_Extracted data_
* * * * * * *

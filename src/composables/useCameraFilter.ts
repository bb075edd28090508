// Search text + "needs a check" filter over a camera list, grouped by site.
import { computed, onScopeDispose, ref, type Ref } from 'vue'
import type { Camera } from '@shared/schemas/cameras'
import { needsCheck } from '@/utils/cameraDue'
import { groupCamerasBySite } from '@/utils/cameraGroups'

const MINUTE_MS = 60_000

export function useCameraFilter(cameras: Ref<Camera[]>, startWithNeedingCheck: boolean) {
  const query = ref('')
  const onlyNeedingCheck = ref(startWithNeedingCheck)
  // A screen left open through midnight still counts overdue days correctly.
  const now = ref(new Date())
  const timer = setInterval(() => (now.value = new Date()), MINUTE_MS)
  onScopeDispose(() => clearInterval(timer))

  const active = computed(() => cameras.value.filter((c) => c.active))
  const needingCount = computed(() => active.value.filter((c) => needsCheck(c, now.value)).length)
  const totalCount = computed(() => active.value.length)
  const groups = computed(() =>
    groupCamerasBySite(cameras.value, {
      query: query.value,
      onlyNeedingCheck: onlyNeedingCheck.value,
      now: now.value,
    }),
  )
  const shownCount = computed(() => groups.value.reduce((n, g) => n + g.cameras.length, 0))
  return { query, onlyNeedingCheck, now, groups, needingCount, totalCount, shownCount }
}
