// Renders a component to HTML in Node (no DOM) with Vant registered, for tests that check
// what a component shows; plus small readers of that HTML.
import { createSSRApp, h, type Component, type Plugin } from 'vue'
import { renderToString } from 'vue/server-renderer'
import Vant from 'vant'

export function renderHtml(
  component: unknown,
  props: Record<string, unknown> = {},
  options: { slots?: Record<string, () => unknown>; plugins?: Plugin[] } = {},
): Promise<string> {
  const app = createSSRApp({ render: () => h(component as Component, props, options.slots) })
  app.use(Vant)
  for (const plugin of options.plugins ?? []) app.use(plugin)
  return renderToString(app)
}

/** The text a person reads: tags and comments dropped, white space folded. */
export function textOf(html: string): string {
  return html
    .replace(/<!--.*?-->/g, '')
    .replace(/<[^>]+>/g, ' ')
    .replace(/\s+/g, ' ')
    .trim()
}

/** The classes of the first element whose class list contains `cls`. */
export function classesOf(html: string, cls: string): string[] {
  const m = html.match(new RegExp(`class="([^"]*\\b${cls}\\b[^"]*)"`))
  return m ? m[1].split(/\s+/) : []
}
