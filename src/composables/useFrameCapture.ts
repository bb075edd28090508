// Getting a frame: a file (camera snapshot, recorder export, or the phone's camera through the
// file input) checked from its header before anything is decoded, or a still from a live
// preview (getUserMedia) where the browser allows it.
import { onScopeDispose, ref, shallowRef } from 'vue'
import { liveCameraSupported } from '@/utils/camera'
import type { ImageHeader } from '@shared/analysis'
import {
  checkFrameHeader,
  FrameImportError,
  HEADER_BYTES,
  MAX_IMPORT_BYTES,
} from '@/workers/core/header'

export interface AcceptedFrame {
  file: Blob
  name: string
  header: ImageHeader
}

/** Checks a chosen file without decoding it; throws a FrameImportError that says what to do. */
export async function validateFrameFile(file: Blob, name = 'frame'): Promise<AcceptedFrame> {
  if (file.size > MAX_IMPORT_BYTES) {
    const mb = (file.size / 1024 / 1024).toFixed(0)
    throw new FrameImportError(
      'too-large',
      `The file is ${mb} MB; the limit is ${MAX_IMPORT_BYTES / 1024 / 1024} MB. Export a smaller snapshot.`,
    )
  }
  let head: Uint8Array
  try {
    head = new Uint8Array(await file.slice(0, HEADER_BYTES).arrayBuffer())
  } catch {
    throw new FrameImportError(
      'unreadable',
      'The file could not be read from the device. Choose it again, or copy it to the phone first.',
    )
  }
  return { file, name, header: checkFrameHeader(head) }
}

/** A still from a playing video element, as a PNG file (lossless: no extra compression). */
export async function grabVideoFrame(video: HTMLVideoElement): Promise<Blob> {
  const { videoWidth: w, videoHeight: h } = video
  if (!w || !h) throw new Error('The camera preview has not started yet.')
  const canvas = document.createElement('canvas')
  canvas.width = w
  canvas.height = h
  const ctx = canvas.getContext('2d')
  if (!ctx) throw new Error('This browser cannot copy the camera preview.')
  ctx.drawImage(video, 0, 0, w, h)
  return new Promise((resolve, reject) =>
    canvas.toBlob(
      (b) => (b ? resolve(b) : reject(new Error('The still could not be saved.'))),
      'image/png',
    ),
  )
}

export function useFrameCapture() {
  const error = ref<string | null>(null)
  const checking = ref(false)
  const accepted = shallowRef<AcceptedFrame | null>(null)
  const stream = shallowRef<MediaStream | null>(null)
  let liveAttempt = 0
  const liveSupported = liveCameraSupported()

  async function accept(file: Blob, name?: string): Promise<AcceptedFrame | null> {
    error.value = null
    checking.value = true
    try {
      const frame = await validateFrameFile(file, name ?? (file as File).name ?? 'frame')
      accepted.value = frame
      return frame
    } catch (e) {
      error.value = e instanceof FrameImportError ? e.message : 'The file could not be read.'
      return null
    } finally {
      checking.value = false
    }
  }

  async function startLive(video: HTMLVideoElement): Promise<boolean> {
    error.value = null
    if (!liveSupported) {
      error.value =
        'Live preview is not available in this browser: use “Take photo” or “Import file”.'
      return false
    }
    const attempt = ++liveAttempt
    try {
      const s = await navigator.mediaDevices.getUserMedia({
        video: { facingMode: 'environment', width: { ideal: 3840 }, height: { ideal: 2160 } },
        audio: false,
      })
      if (attempt !== liveAttempt) {
        // Stopped while the browser was still opening the camera: let it go at once.
        s.getTracks().forEach((t) => t.stop())
        return false
      }
      stream.value = s
      video.srcObject = s
      await video.play()
      return true
    } catch (e) {
      stopLive()
      const denied = e instanceof DOMException && e.name === 'NotAllowedError'
      error.value = denied
        ? 'The camera permission was refused. Allow it in the browser settings, or use “Take photo”.'
        : 'The camera could not be started. Use “Take photo” or “Import file” instead.'
      return false
    }
  }

  function stopLive(): void {
    liveAttempt++ // a start still waiting for the camera gives it up when it arrives
    stream.value?.getTracks().forEach((t) => t.stop())
    stream.value = null
  }

  async function captureLive(video: HTMLVideoElement): Promise<AcceptedFrame | null> {
    try {
      const still = await grabVideoFrame(video)
      stopLive()
      return accept(still, `live-${new Date().toISOString()}.png`)
    } catch (e) {
      error.value = (e as Error).message
      return null
    }
  }

  /** Shows a problem met outside this composable (e.g. while grabbing a still). */
  function fail(message: string): void {
    error.value = message
  }

  function reset(): void {
    accepted.value = null
    error.value = null
  }

  onScopeDispose(stopLive)

  return {
    error,
    checking,
    accepted,
    stream,
    liveSupported,
    accept,
    startLive,
    stopLive,
    captureLive,
    fail,
    reset,
  }
}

* * * * * * *

_Instructions for the task_
Retype the listing from above, matching it exactly.

_The answer_
filename src/composables/useCameraFilter.ts
repository bb075edd28090508
// Search text + "needs a check" filter over a camera list, grouped by site.
import { computed, onScopeDispose, ref, type Ref } from 'vue'
import type { Camera } from '@shared/schemas/cameras'
import { needsCheck } from '@/utils/cameraDue'
import { groupCamerasBySite } from '@/utils/cameraGroups'

const MINUTE_MS = 60_000

export function useCameraFilter(cameras: Ref<Camera[]>, startWithNeedingCheck: boolean) {
  const query = ref('')
  const onlyNeedingCheck = ref(startWithNeedingCheck)
  // A screen left open through midnight still counts overdue days correctly.
  const now = ref(new Date())
  const timer = setInterval(() => (now.value = new Date()), MINUTE_MS)
  onScopeDispose(() => clearInterval(timer))

  const active = computed(() => cameras.value.filter((c) => c.active))
  const needingCount = computed(() => active.value.filter((c) => needsCheck(c, now.value)).length)
  const totalCount = computed(() => active.value.length)
  const groups = computed(() =>
    groupCamerasBySite(cameras.value, {
      query: query.value,
      onlyNeedingCheck: onlyNeedingCheck.value,
      now: now.value,
    }),
  )
  const shownCount = computed(() => groups.value.reduce((n, g) => n + g.cameras.length, 0))
  return { query, onlyNeedingCheck, now, groups, needingCount, totalCount, shownCount }
}
// Renders a component to HTML in Node (no DOM) with Vant registered, for tests that check
// what a component shows; plus small readers of that HTML.
import { createSSRApp, h, type Component, type Plugin } from 'vue'
import { renderToString } from 'vue/server-renderer'
import Vant from 'vant'

export function renderHtml(
  component: unknown,
  props: Record<string, unknown> = {},
  options: { slots?: Record<string, () => unknown>; plugins?: Plugin[] } = {},
): Promise<string> {
  const app = createSSRApp({ render: () => h(component as Component, props, options.slots) })
  app.use(Vant)
  for (const plugin of options.plugins ?? []) app.use(plugin)
  return renderToString(app)
}

/** The text a person reads: tags and comments dropped, white space folded. */
export function textOf(html: string): string {
  return html
    .replace(/<!--.*?-->/g, '')
    .replace(/<[^>]+>/g, ' ')
    .replace(/\s+/g, ' ')
    .trim()
}

/** The classes of the first element whose class list contains `cls`. */
export function classesOf(html: string, cls: string): string[] {
  const m = html.match(new RegExp(`class="([^"]*\\b${cls}\\b[^"]*)"`))
  return m ? m[1].split(/\s+/) : []
}
filename src/composables/useFrameCapture.ts
repository bb075edd28090508
// Getting a frame: a file (camera snapshot, recorder export, or the phone's camera through the
// file input) checked from its header before anything is decoded, or a still from a live
// preview (getUserMedia) where the browser allows it.
import { onScopeDispose, ref, shallowRef } from 'vue'
import { liveCameraSupported } from '@/utils/camera'
import type { ImageHeader } from '@shared/analysis'
import {
  checkFrameHeader,
  FrameImportError,
  HEADER_BYTES,
  MAX_IMPORT_BYTES,
} from '@/workers/core/header'

export interface AcceptedFrame {
  file: Blob
  name: string
  header: ImageHeader
}

/** Checks a chosen file without decoding it; throws a FrameImportError that says what to do. */
export async function validateFrameFile(file: Blob, name = 'frame'): Promise<AcceptedFrame> {
  if (file.size > MAX_IMPORT_BYTES) {
    const mb = (file.size / 1024 / 1024).toFixed(0)
    throw new FrameImportError(
      'too-large',
      `The file is ${mb} MB; the limit is ${MAX_IMPORT_BYTES / 1024 / 1024} MB. Export a smaller snapshot.`,
    )
  }
  let head: Uint8Array
  try {
    head = new Uint8Array(await file.slice(0, HEADER_BYTES).arrayBuffer())
  } catch {
    throw new FrameImportError(
      'unreadable',
      'The file could not be read from the device. Choose it again, or copy it to the phone first.',
    )
  }
  return { file, name, header: checkFrameHeader(head) }
}

/** A still from a playing video element, as a PNG file (lossless: no extra compression). */
export async function grabVideoFrame(video: HTMLVideoElement): Promise<Blob> {
  const { videoWidth: w, videoHeight: h } = video
  if (!w || !h) throw new Error('The camera preview has not started yet.')
  const canvas = document.createElement('canvas')
  canvas.width = w
  canvas.height = h
  const ctx = canvas.getContext('2d')
  if (!ctx) throw new Error('This browser cannot copy the camera preview.')
  ctx.drawImage(video, 0, 0, w, h)
  return new Promise((resolve, reject) =>
    canvas.toBlob(
      (b) => (b ? resolve(b) : reject(new Error('The still could not be saved.'))),
      'image/png',
    ),
  )
}

export function useFrameCapture() {
  const error = ref<string | null>(null)
  const checking = ref(false)
  const accepted = shallowRef<AcceptedFrame | null>(null)
  const stream = shallowRef<MediaStream | null>(null)
  let liveAttempt = 0
  const liveSupported = liveCameraSupported()

  async function accept(file: Blob, name?: string): Promise<AcceptedFrame | null> {
    error.value = null
    checking.value = true
    try {
      const frame = await validateFrameFile(file, name ?? (file as File).name ?? 'frame')
      accepted.value = frame
      return frame
    } catch (e) {
      error.value = e instanceof FrameImportError ? e.message : 'The file could not be read.'
      return null
    } finally {
      checking.value = false
    }
  }

  async function startLive(video: HTMLVideoElement): Promise<boolean> {
    error.value = null
    if (!liveSupported) {
      error.value =
        'Live preview is not available in this browser: use “Take photo” or “Import file”.'
      return false
    }
    const attempt = ++liveAttempt
    try {
      const s = await navigator.mediaDevices.getUserMedia({
        video: { facingMode: 'environment', width: { ideal: 3840 }, height: { ideal: 2160 } },
        audio: false,
      })
      if (attempt !== liveAttempt) {
        // Stopped while the browser was still opening the camera: let it go at once.
        s.getTracks().forEach((t) => t.stop())
        return false
      }
      stream.value = s
      video.srcObject = s
      await video.play()
      return true
    } catch (e) {
      stopLive()
      const denied = e instanceof DOMException && e.name === 'NotAllowedError'
      error.value = denied
        ? 'The camera permission was refused. Allow it in the browser settings, or use “Take photo”.'
        : 'The camera could not be started. Use “Take photo” or “Import file” instead.'
      return false
    }
  }

  function stopLive(): void {
    liveAttempt++ // a start still waiting for the camera gives it up when it arrives
    stream.value?.getTracks().forEach((t) => t.stop())
    stream.value = null
  }

  async function captureLive(video: HTMLVideoElement): Promise<AcceptedFrame | null> {
    try {
      const still = await grabVideoFrame(video)
      stopLive()
      return accept(still, `live-${new Date().toISOString()}.png`)
    } catch (e) {
      error.value = (e as Error).message
      return null
    }
  }

  /** Shows a problem met outside this composable (e.g. while grabbing a still). */
  function fail(message: string): void {
    error.value = message
  }

  function reset(): void {
    accepted.value = null
    error.value = null
  }

  onScopeDispose(stopLive)

  return {
    error,
    checking,
    accepted,
    stream,
    liveSupported,
    accept,
    startLive,
    stopLive,
    captureLive,
    fail,
    reset,
  }
}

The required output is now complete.